Search In this Thesis
   Search In this Thesis  
العنوان
The Versatility of Usage of Hydrosurgical Debridement in Major Burns /
المؤلف
Elsayed, Mohamed Reda.
هيئة الاعداد
باحث / محمد رضا السيد
مشرف / عمرو عبدالوهاب رضا مبروك
مشرف / طارق سالم المنوفي
مشرف / ريهام زكريا لاشين
مشرف / محمد سمير بدوي
تاريخ النشر
2022.
عدد الصفحات
143 p. :
اللغة
الإنجليزية
الدرجة
ماجستير
التخصص
جراحة
تاريخ الإجازة
1/1/2022
مكان الإجازة
جامعة عين شمس - كلية الطب - جراحة التجميل و الحروق والوجه و الفكين
الفهرس
Only 14 pages are availabe for public view

Abstract

Burn wound debridement is an important step in management of major burns. There are several techniques of burn wound debridement include surgical, enzymatic, mechanical and autolytic. Hydrosurgical system is an additional type of debridement that preserve viable tissues, create smooth wound bed and decrease bacterial load.
This study is a prospective and comparative that compared traditional surgical debridement versus hydrosurgical debridement of major burns. This study was conducted between December 2020 to December 2021 at 2 major burn centers in Egypt (Burn unit of Ain Shams University hospital and Armed Forces Burn Center at El Helmia Armed Forces Hospital).
Twenty patients with mixed depth of major burns were divided into two groups. In group I (n=10) debridement done surgically by Watson knife. In group II (n=10) debridement done by hydrosurgical system.
In this study, adults of both sex (18-45) years were included. Also, the study includes mixed pattern burn with total body surface area (TBSA) (20-30%) of any burn etiology.
Patients less than 18 years and more than 45 years were not included in the study. TBSA less than 20% or more than 30 were also excluded. Also, we exclude patients with comorbid disease.
Both groups were compared regarding intraoperative blood loos, blood component transfusion, mean number of sessions, mean duration of each session, healing time, risk of infection.

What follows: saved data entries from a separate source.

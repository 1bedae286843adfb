import { View } from 'react-native';
import { Row } from '@/components/ui/Row';
import { StageGlyph } from '@/components/ui/StageGlyph';
import { Text } from '@/components/ui/Text';
import { space } from '@/components/ui/tokens';
import { useLook } from '@/components/ui/useLook';
import type { MeasurementDetail } from '@/shared/contracts/measurements';
import { formatDateTime, formatMeasuredText } from '@/shared/units/format';
import { stateWord } from './words/stageWords';

/** Every run of the same frame, newest first; none is ever changed or removed. */
export function HistoryList({ measurement }: { measurement: MeasurementDetail }) {
  const { colours, desk } = useLook();
  return (
    <View>
      <View
        style={{
          backgroundColor: colours.plate,
          paddingHorizontal: desk ? 20 : space.l,
          paddingTop: 12,
          paddingBottom: 6,
        }}
      >
        <Text variant="section" level={2}>
          History
        </Text>
        <Text variant="label">
          {measurement.history.length === 1
            ? 'The only run of this frame'
            : `${measurement.history.length} runs of this frame`}
        </Text>
      </View>
      <View style={{ gap: space.hair }}>
        {measurement.history.map((run) => {
          const size =
            run.sizeUm === null
              ? stateWord(run.state, null)
              : formatMeasuredText(run.sizeUm, run.expandedUncertaintyUm, 'µm');
          const darks = run.darkCount === 1 ? '1 dark' : `${run.darkCount} darks`;
          return (
            <Row
              key={run.id}
              dense
              leading={<StageGlyph stage={run.state} />}
              title={size}
              subtitle={`${formatDateTime(run.createdAt)}, ${run.createdBy}, ${darks}`}
              selected={run.id === measurement.id && measurement.history.length > 1}
              href={run.id === measurement.id ? undefined : `/measurements/${run.id}`}
            />
          );
        })}
      </View>
    </View>
  );
}
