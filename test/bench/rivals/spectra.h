/*
 * Reflectance spectra of stacks of any number of layers. Nothing is divided before the last step:
 *
 *   G_j = (u Y + v X) / (v Y + u X),   P_j = X / Y,   u = y_j - y_(j+1),   v = y_j + y_(j+1),   y the admittance,
 *
 * so a stack carries X and Y upwards and R is |X|^2 / |Y|^2 at the top.
 */
/* |Y|^2 grows by up to (4 N^2 q)^2 a layer, so that many layers stay far from overflow. */
#define MOST_LAYERS 40

/* For "thicknesses": 4 pi q / lambda a layer (re, im), then the interfaces' coefficients (re, im) of s and of p. */
static double *turns, *bounces;
static int *lossy;

/* Everything from n, k, thickness and wavelength, a block of wavelengths at a time. */
static __attribute__((noipa)) void whole(const double *d, double *to) {
  for (int at = 0; at < padded; at += BLOCK) {
    double re[MOST_LAYERS + 2][BLOCK], im[MOST_LAYERS + 2][BLOCK], er[MOST_LAYERS][BLOCK], ei[MOST_LAYERS][BLOCK];
    lanes along, no, total;
    int slanted = 0;
    EACH {
      double s = incidence[at + l] * sin(angle[angles == 1 ? 0 : at + l]);
      along[l] = s * s;
      slanted |= s != 0;
      no[l] = 0;
      total[l] = 0;
    }
    for (int j = 0; j < layers + 2; j++) {
      const double *nn = j ? n + (j - 1) * padded + at : incidence + at;
      const double *kk = j ? k + (j - 1) * padded + at : no;
      if (slanted) normal_index(nn, kk, along, re[j], im[j]);
      else EACH { re[j][l] = nn[l]; im[j][l] = -kk[l]; }
    }
    for (int j = 0; j < layers; j++) {
      lanes tr, ti;
      EACH {
        double c = 4 * M_PI / wave[at + l];
        tr[l] = c * re[j + 1][l];
        ti[l] = c * im[j + 1][l];
      }
      phase(tr, ti, d[j], any(im[j + 1]), er[j], ei[j]);
    }
    for (int p = !use_s && slanted; p <= (use_p && slanted); p++) {
      lanes xr, xi, yr, yi, ur, ui, vr, vi;
      for (int j = layers; j >= 0; j--) {
        const double *na = j ? n + (j - 1) * padded + at : incidence + at, *nb = n + j * padded + at;
        const double *ka = j ? k + (j - 1) * padded + at : no, *kb = k + j * padded + at;
        if (p) interface(1, na, ka, re[j], im[j], nb, kb, re[j + 1], im[j + 1], ur, ui, vr, vi);
        else interface(0, na, ka, re[j], im[j], nb, kb, re[j + 1], im[j + 1], ur, ui, vr, vi);
        if (j == layers) {
          EACH { xr[l] = ur[l]; xi[l] = ui[l]; yr[l] = vr[l]; yi[l] = vi[l]; }
        } else {
          EACH {
            double br = xr[l] * er[j][l] - xi[l] * ei[j][l], bi = xr[l] * ei[j][l] + xi[l] * er[j][l];
            double cr = yr[l], ci = yi[l];
            xr[l] = ur[l] * cr - ui[l] * ci + vr[l] * br - vi[l] * bi;
            xi[l] = ur[l] * ci + ui[l] * cr + vr[l] * bi + vi[l] * br;
            yr[l] = vr[l] * cr - vi[l] * ci + ur[l] * br - ui[l] * bi;
            yi[l] = vr[l] * ci + vi[l] * cr + ur[l] * bi + ui[l] * br;
          }
        }
      }
      EACH total[l] += (xr[l] * xr[l] + xi[l] * xi[l]) / (yr[l] * yr[l] + yi[l] * yi[l]);
    }
    double share = slanted && use_s && use_p ? 0.5 : 1;
    EACH to[at + l] = share * total[l];
  }
}

/* What does not depend on the thickness, once: turns of every layer, u / v of every interface and polarisation. */
static void prepare(void) {
  lanes no;
  EACH no[l] = 0;
  for (int at = 0; at < padded; at += BLOCK) {
    double re[MOST_LAYERS + 2][BLOCK], im[MOST_LAYERS + 2][BLOCK];
    lanes along, ur, ui, vr, vi;
    EACH {
      double s = incidence[at + l] * sin(angle[angles == 1 ? 0 : at + l]);
      along[l] = s * s;
    }
    for (int j = 0; j < layers + 2; j++)
      normal_index(j ? n + (j - 1) * padded + at : incidence + at, j ? k + (j - 1) * padded + at : no, along, re[j], im[j]);
    for (int j = 0; j < layers; j++) {
      EACH turns[2 * j * padded + at + l] = 4 * M_PI / wave[at + l] * re[j + 1][l];
      EACH turns[(2 * j + 1) * padded + at + l] = 4 * M_PI / wave[at + l] * im[j + 1][l];
      lossy[j * (padded / BLOCK) + at / BLOCK] = any(im[j + 1]);
    }
    for (int p = 0; p < 2; p++)
      for (int j = 0; j <= layers; j++) {
        double *r = bounces + 2 * (p * (layers + 1) + j) * padded + at;
        interface(p, j ? n + (j - 1) * padded + at : incidence + at, j ? k + (j - 1) * padded + at : no, re[j], im[j],
                  n + j * padded + at, k + j * padded + at, re[j + 1], im[j + 1], ur, ui, vr, vi);
        EACH {
          double size = vr[l] * vr[l] + vi[l] * vi[l];
          r[l] = (ur[l] * vr[l] + ui[l] * vi[l]) / size;
          r[padded + l] = (ui[l] * vr[l] - ur[l] * vi[l]) / size;
        }
      }
  }
}

/* A spectrum of new thicknesses on what `prepare` kept. */
static __attribute__((noipa)) void evaluate(const double *d, double *to) {
  int slanted = 0;
  for (int i = 0; i < angles; i++) slanted |= angle[i] != 0;
  double share = slanted && use_s && use_p ? 0.5 : 1;
  for (int at = 0; at < padded; at += BLOCK) {
    double er[MOST_LAYERS][BLOCK], ei[MOST_LAYERS][BLOCK];
    lanes total;
    EACH total[l] = 0;
    for (int j = 0; j < layers; j++)
      phase(turns + 2 * j * padded + at, turns + (2 * j + 1) * padded + at, d[j],
            lossy[j * (padded / BLOCK) + at / BLOCK], er[j], ei[j]);
    for (int p = !use_s && slanted; p <= (use_p && slanted); p++) {
      const double *r = bounces + 2 * (p * (layers + 1) + layers) * padded + at, *i = r + padded;
      lanes xr, xi, yr, yi;
      EACH { xr[l] = r[l]; xi[l] = i[l]; yr[l] = 1; yi[l] = 0; }
      for (int j = layers - 1; j >= 0; j--) {
        r -= 2 * padded;
        i -= 2 * padded;
        EACH {
          double br = xr[l] * er[j][l] - xi[l] * ei[j][l], bi = xr[l] * ei[j][l] + xi[l] * er[j][l];
          double cr = yr[l], ci = yi[l];
          xr[l] = r[l] * cr - i[l] * ci + br;
          xi[l] = r[l] * ci + i[l] * cr + bi;
          yr[l] = cr + r[l] * br - i[l] * bi;
          yi[l] = ci + r[l] * bi + i[l] * br;
        }
      }
      EACH total[l] += (xr[l] * xr[l] + xi[l] * xi[l]) / (yr[l] * yr[l] + yi[l] * yi[l]);
    }
    EACH to[at + l] = share * total[l];
  }
}
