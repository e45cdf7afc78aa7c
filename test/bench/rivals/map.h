/*
 * The map of weighted reflectance: rows are films of their own n and k, columns thicknesses one step apart, so the film's phase
 * turns by the same factor from one column to the next: no sine after the first. Two wavelengths share a division, and what a
 * film carries from column to column stays in registers. R = |r01 + B|^2 / |1 + r01 B|^2 with B = r12 exp(-2 i delta).
 */
/* Four wavelengths of one film: 2 r01, |r01|^2, weight, the turn of one step, and r12 E at the thickness reached. */
typedef double four __attribute__((vector_size(32)));
#define FOUR 4
#define LOAD(name, l) {name[l], name[(l) + 1], name[(l) + 2], name[(l) + 3]}
#define FILM(l)                                                                                                    \
  {LOAD(ar, l), LOAD(ai, l), LOAD(a2, l), LOAD(w, l),  LOAD(gr, l),                                                \
   LOAD(gi, l), LOAD(g2, l), LOAD(br, l), LOAD(bi, l), LOAD(b2, l)}
struct film {
  four ar, ai, a2, w, gr, gi, g2, br, bi, b2;
};
static four *sums;

/* Weighted numerator and denominator of the reflectance, and a step on. */
inline_always void step(struct film *f, four *up, four *down) {
  four x = f->ar * f->br, y = f->ai * f->bi, next = f->br * f->gr - f->bi * f->gi;
  *up = f->w * (f->a2 + f->b2 + (x + y));
  *down = 1 + f->a2 * f->b2 + (x - y);
  f->bi = f->br * f->gi + f->bi * f->gr;
  f->br = next;
  f->b2 *= f->g2;
}

static __attribute__((noipa)) void map_row(const double *nf, const double *kf, double *to) {
  const double *ns = n, *ks = k;
  lanes no;
  EACH no[l] = 0;
  int slanted = 0;
  for (int i = 0; i < angles; i++) slanted |= angle[i] != 0;
  double share = slanted && use_s && use_p ? 0.5 : 1;
  memset(sums, 0, steps * sizeof(four));
  for (int at = 0; at < padded; at += BLOCK) {
    lanes along, q0, i0, q1, i1, q2, i2, tr, ti, er, ei, gr, gi, g2;
    EACH {
      double s = incidence[at + l] * sin(angle[angles == 1 ? 0 : at + l]);
      along[l] = s * s;
    }
    normal_index(incidence + at, no, along, q0, i0);
    normal_index(nf + at, kf + at, along, q1, i1);
    normal_index(ns + at, ks + at, along, q2, i2);
    EACH tr[l] = 4 * M_PI / wave[at + l] * q1[l];
    EACH ti[l] = 4 * M_PI / wave[at + l] * i1[l];
    phase(tr, ti, first_nm, 1, er, ei);
    phase(tr, ti, step_nm, 1, gr, gi);
    EACH g2[l] = gr[l] * gr[l] + gi[l] * gi[l];
    for (int p = !use_s && slanted; p <= (use_p && slanted); p++) {
      lanes ur, ui, vr, vi, ar, ai, a2, br, bi, b2, w;
      interface(p, incidence + at, no, q0, i0, nf + at, kf + at, q1, i1, ur, ui, vr, vi);
      EACH {
        double size = vr[l] * vr[l] + vi[l] * vi[l];
        double r = (ur[l] * vr[l] + ui[l] * vi[l]) / size, i = (ui[l] * vr[l] - ur[l] * vi[l]) / size;
        ar[l] = 2 * r;
        ai[l] = 2 * i;
        a2[l] = r * r + i * i;
        w[l] = share * weight[at + l];
      }
      interface(p, nf + at, kf + at, q1, i1, ns + at, ks + at, q2, i2, ur, ui, vr, vi);
      EACH {
        double size = vr[l] * vr[l] + vi[l] * vi[l];
        double r = (ur[l] * vr[l] + ui[l] * vi[l]) / size, i = (ui[l] * vr[l] - ur[l] * vi[l]) / size;
        br[l] = r * er[l] - i * ei[l];
        bi[l] = r * ei[l] + i * er[l];
        b2[l] = br[l] * br[l] + bi[l] * bi[l];
      }
      for (int l = 0; l < BLOCK; l += 2 * FOUR) {
        struct film one = FILM(l), two = FILM(l + FOUR);
        for (int t = 0; t < steps; t++) {
          four up1, down1, up2, down2;
          step(&one, &up1, &down1);
          step(&two, &up2, &down2);
          sums[t] += (up1 * down2 + up2 * down1) / (down1 * down2);
        }
      }
    }
  }
  for (int t = 0; t < steps; t++) to[t] = (sums[t][0] + sums[t][1]) + (sums[t][2] + sums[t][3]);
}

As regard protocol of burn centers that study take place in, debridement not exceed 10% per session and also early excision was followed at 48h after burn injury. In both group, debridement occurred under general anesthesia.
The number of sessions that each patient need was measured in both groups. The following parameters were calculated in each session and compared in the two groups; type of intervention (either excision only or excision plus STSG), Mean Hb (gm/dl), Duration of each session (min.), estimated blood loss (mL), blood component transfusion, and vital data.
All surgical interventions were documented and analyzed regarding mean post operation HB, blood component transfusion. Wound bed was followed up especially for signs of improvement and infection.
Healing time of each patient was measured in days and documented. Scar quality was noticed and compared between both groups using Vancover scar scale.
This study showed that, mean number of sessions, the estimated blood loss, healing time, blood component transfusion and risk of infection were lower in hydrosurgical debridement than traditional surgical debridement group.